TRY IT:
Once you find the line containing "using DriftWatch.Calibration.Faults;" in the data below, copy it and each following line exactly, up to and including the line containing "of every command", and nothing else.

==== GIVEN RECORDS ====

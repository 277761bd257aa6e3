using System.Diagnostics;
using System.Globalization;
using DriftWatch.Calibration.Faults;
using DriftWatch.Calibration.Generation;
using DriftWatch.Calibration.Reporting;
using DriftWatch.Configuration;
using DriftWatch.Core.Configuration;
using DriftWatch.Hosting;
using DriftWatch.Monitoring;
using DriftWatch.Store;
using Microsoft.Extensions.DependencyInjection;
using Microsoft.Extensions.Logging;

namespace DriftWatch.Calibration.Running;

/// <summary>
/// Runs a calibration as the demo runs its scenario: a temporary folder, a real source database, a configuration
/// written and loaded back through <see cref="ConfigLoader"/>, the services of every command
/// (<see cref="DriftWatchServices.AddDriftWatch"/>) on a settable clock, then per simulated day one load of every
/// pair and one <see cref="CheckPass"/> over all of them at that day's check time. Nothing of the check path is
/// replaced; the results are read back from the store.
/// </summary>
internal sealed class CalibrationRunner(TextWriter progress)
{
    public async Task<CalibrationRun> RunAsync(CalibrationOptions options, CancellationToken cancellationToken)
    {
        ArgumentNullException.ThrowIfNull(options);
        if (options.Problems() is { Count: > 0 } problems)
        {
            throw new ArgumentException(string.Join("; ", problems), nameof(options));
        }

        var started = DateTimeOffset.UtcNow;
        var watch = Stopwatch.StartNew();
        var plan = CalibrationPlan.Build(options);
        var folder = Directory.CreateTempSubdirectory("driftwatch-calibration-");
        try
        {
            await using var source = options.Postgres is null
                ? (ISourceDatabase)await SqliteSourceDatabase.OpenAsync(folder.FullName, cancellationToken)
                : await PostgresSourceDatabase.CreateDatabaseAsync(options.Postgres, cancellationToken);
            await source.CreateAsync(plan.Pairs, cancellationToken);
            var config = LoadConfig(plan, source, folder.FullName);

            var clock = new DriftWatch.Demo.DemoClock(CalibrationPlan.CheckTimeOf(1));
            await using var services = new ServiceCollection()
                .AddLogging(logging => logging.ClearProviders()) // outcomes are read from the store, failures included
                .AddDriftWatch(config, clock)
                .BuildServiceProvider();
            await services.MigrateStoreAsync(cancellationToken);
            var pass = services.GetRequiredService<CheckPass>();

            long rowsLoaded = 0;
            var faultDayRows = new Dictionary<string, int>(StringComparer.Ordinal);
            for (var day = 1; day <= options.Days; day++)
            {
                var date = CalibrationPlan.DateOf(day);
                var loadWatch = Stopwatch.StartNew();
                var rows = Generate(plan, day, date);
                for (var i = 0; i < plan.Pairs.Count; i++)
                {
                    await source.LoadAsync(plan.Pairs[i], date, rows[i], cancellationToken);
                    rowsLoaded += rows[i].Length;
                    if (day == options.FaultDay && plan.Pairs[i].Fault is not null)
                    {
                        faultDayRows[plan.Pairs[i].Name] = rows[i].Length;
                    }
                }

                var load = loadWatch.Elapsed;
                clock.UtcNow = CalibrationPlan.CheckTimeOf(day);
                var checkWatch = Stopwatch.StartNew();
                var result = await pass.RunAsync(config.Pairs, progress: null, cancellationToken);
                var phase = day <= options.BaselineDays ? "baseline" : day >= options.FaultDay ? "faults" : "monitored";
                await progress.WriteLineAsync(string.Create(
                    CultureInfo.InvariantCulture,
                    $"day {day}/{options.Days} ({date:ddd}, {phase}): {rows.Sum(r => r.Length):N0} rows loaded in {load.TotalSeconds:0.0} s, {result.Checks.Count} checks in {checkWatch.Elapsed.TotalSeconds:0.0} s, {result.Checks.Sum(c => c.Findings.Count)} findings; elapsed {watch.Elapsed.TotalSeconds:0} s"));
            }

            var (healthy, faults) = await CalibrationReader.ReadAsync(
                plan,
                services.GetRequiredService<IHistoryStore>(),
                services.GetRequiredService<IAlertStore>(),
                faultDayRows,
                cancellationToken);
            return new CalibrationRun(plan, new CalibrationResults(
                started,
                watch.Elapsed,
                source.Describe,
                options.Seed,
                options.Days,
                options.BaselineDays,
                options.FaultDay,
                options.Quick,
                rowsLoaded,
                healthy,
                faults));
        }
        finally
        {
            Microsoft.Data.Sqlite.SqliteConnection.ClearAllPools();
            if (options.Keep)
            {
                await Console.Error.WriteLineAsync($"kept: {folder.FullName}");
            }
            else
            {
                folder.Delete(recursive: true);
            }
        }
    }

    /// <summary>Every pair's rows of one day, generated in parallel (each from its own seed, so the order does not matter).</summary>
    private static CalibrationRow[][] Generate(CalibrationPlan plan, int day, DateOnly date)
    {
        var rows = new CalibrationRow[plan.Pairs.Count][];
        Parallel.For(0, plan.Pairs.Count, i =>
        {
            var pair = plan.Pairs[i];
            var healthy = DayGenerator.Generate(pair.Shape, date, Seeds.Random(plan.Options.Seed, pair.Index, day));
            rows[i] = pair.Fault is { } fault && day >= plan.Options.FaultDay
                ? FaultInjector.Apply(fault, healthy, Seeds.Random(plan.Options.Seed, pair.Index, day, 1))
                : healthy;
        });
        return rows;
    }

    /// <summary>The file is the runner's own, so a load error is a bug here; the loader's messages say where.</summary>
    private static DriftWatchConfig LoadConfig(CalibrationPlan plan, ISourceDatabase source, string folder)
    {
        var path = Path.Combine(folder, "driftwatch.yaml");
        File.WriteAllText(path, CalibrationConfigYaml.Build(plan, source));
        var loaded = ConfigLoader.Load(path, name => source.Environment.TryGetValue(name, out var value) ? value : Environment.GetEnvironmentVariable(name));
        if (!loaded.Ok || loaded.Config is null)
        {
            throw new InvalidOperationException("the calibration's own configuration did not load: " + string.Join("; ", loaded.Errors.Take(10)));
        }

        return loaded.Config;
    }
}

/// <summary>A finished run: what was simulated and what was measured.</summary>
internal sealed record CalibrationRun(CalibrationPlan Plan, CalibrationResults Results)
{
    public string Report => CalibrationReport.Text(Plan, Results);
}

====
==== GIVEN RECORDS ====

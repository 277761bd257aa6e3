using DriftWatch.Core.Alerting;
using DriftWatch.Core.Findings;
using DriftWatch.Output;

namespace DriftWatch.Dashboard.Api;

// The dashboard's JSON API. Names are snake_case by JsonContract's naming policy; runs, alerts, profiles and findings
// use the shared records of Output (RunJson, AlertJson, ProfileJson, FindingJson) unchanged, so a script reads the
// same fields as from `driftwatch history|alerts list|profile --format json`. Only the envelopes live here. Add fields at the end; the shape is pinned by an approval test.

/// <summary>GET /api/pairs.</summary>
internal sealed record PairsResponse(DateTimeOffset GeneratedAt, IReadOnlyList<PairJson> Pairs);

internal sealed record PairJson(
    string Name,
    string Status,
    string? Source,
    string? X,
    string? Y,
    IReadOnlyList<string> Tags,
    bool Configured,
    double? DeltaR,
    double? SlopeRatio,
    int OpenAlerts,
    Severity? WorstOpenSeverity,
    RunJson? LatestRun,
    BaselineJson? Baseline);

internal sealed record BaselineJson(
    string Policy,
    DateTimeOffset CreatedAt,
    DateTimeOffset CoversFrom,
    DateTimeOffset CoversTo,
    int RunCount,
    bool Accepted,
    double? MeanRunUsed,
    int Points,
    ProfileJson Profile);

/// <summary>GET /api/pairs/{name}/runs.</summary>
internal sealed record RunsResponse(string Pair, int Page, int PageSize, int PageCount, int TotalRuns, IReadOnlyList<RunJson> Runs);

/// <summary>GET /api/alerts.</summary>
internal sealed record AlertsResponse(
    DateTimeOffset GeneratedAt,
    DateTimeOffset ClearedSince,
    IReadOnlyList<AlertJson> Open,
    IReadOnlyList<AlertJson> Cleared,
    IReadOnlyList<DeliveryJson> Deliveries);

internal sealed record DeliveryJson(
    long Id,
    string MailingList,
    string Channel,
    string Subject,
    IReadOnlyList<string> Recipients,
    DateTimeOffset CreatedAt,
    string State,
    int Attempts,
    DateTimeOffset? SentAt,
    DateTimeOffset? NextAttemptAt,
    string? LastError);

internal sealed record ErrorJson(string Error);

====

EXERCISE RESULT:
using DriftWatch.Calibration.Faults;
using DriftWatch.Calibration.Generation;
using DriftWatch.Calibration.Reporting;
using DriftWatch.Configuration;
using DriftWatch.Core.Configuration;
using DriftWatch.Hosting;
using DriftWatch.Monitoring;
using DriftWatch.Store;
using Microsoft.Extensions.DependencyInjection;
using Microsoft.Extensions.Logging;

namespace DriftWatch.Calibration.Running;

/// <summary>
/// Runs a calibration as the demo runs its scenario: a temporary folder, a real source database, a configuration
/// written and loaded back through <see cref="ConfigLoader"/>, the services of every command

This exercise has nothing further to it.